The problem:
In the records that follow, the lines from the one containing "let (source_build, prebuilt)" to the one containing "own line; the", inclusive, are to be given again exactly.

Information given:
----

/// A version record as written, with the first value in it that cannot be used (see
/// [`RegistryBuilder::add_release_unless`]).
fn parse_release<'a>(
    ctx: Ctx<'_>,
    node: &'a Node,
) -> Result<(RawRelease<'a>, Option<At<String>>), BadInput> {
    let m = ctx.map(node, "version record", VERSION_FIELDS)?;
    let version = m.required_str_at("version")?;
    let mut deps = Vec::new();
    for d in m.seq("depends")? {
        let dm = ctx.map(d, "dependency", DEP_FIELDS)?;
        let name = dm.required_str_at("name")?;
        let req = dm.opt_text_at("req")?.unwrap_or(At::new("*", name.line));
        let kind = match dm.get("kind") {
            None => DepKind::Runtime,
            Some(k) => match ctx.str(k, "dependency `kind`")? {
                "runtime" => DepKind::Runtime,
                "development" => DepKind::Development,
                other => {
                    return Err(ctx.err(
                        k,
                        format!(
                            "dependency `kind`: expected runtime or development, found `{other}`"
                        ),
                    ));
                }
            },
        };
        deps.push(RawDep { name, req, kind });
    }
    let (source_build, prebuilt) = match m.get("builds") {
        // No builds given: the common case of a package published as source only.
        None => (true, Vec::new()),
        Some(b) => {
            let bm = ctx.map(b, "builds", BUILD_FIELDS)?;
            let source = bm.opt_bool("source")?.unwrap_or(false);
            let mut platforms = Vec::new();
            for p in bm.seq("prebuilt")? {
                platforms.push(At::new(ctx.str(p, "builds `prebuilt`")?, p.line));
            }
            (source, platforms)
        }
    };
    let mut bad_value = None;
    let native = match m.get("native") {
        None => None,
        Some(n) => {
            let nm = ctx.map(n, "native", NATIVE_FIELDS)?;
            let libraries = nm.str_list_at("libraries")?;
            // A blank name would make cells at risk for a library nobody can name: a list
            // item left empty is a mistake in the record. Refused here at its own line; the
            // builder refuses it again, at the version's line, for the bulk format.
            bad_value = libraries
                .iter()
                .find(|l| l.value.trim().is_empty())
                .map(|l| {
                    At::new(
                        format!(
                            "native library name `{}` is empty; expected a catalog id or a library name",
                            l.value
                        ),
                        l.line,
                    )
                });
            Some(NativeHints {
                libraries: libraries.into_iter().map(|l| l.value).collect(),
                files: nm.str_list("files")?,
            })
        }
    };
    let release = RawRelease {
        version,
        released: m.opt_str_at("released")?,
        runtime: m.opt_text_at("runtime")?,
        deps,
        source_build,
        prebuilt,
        native,
        yanked: m.opt_bool("yanked")?.unwrap_or(false),
    };
    Ok((release, bad_value))
}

----

Completed task:
    let (source_build, prebuilt) = match m.get("builds") {
        // No builds given: the common case of a package published as source only.
        None => (true, Vec::new()),
        Some(b) => {
            let bm = ctx.map(b, "builds", BUILD_FIELDS)?;
            let source = bm.opt_bool("source")?.unwrap_or(false);
            let mut platforms = Vec::new();
            for p in bm.seq("prebuilt")? {
                platforms.push(At::new(ctx.str(p, "builds `prebuilt`")?, p.line));
            }
            (source, platforms)
        }
    };
    let mut bad_value = None;
    let native = match m.get("native") {
        None => None,
        Some(n) => {
            let nm = ctx.map(n, "native", NATIVE_FIELDS)?;
            let libraries = nm.str_list_at("libraries")?;
            // A blank name would make cells at risk for a library nobody can name: a list
            // item left empty is a mistake in the record. Refused here at its own line; the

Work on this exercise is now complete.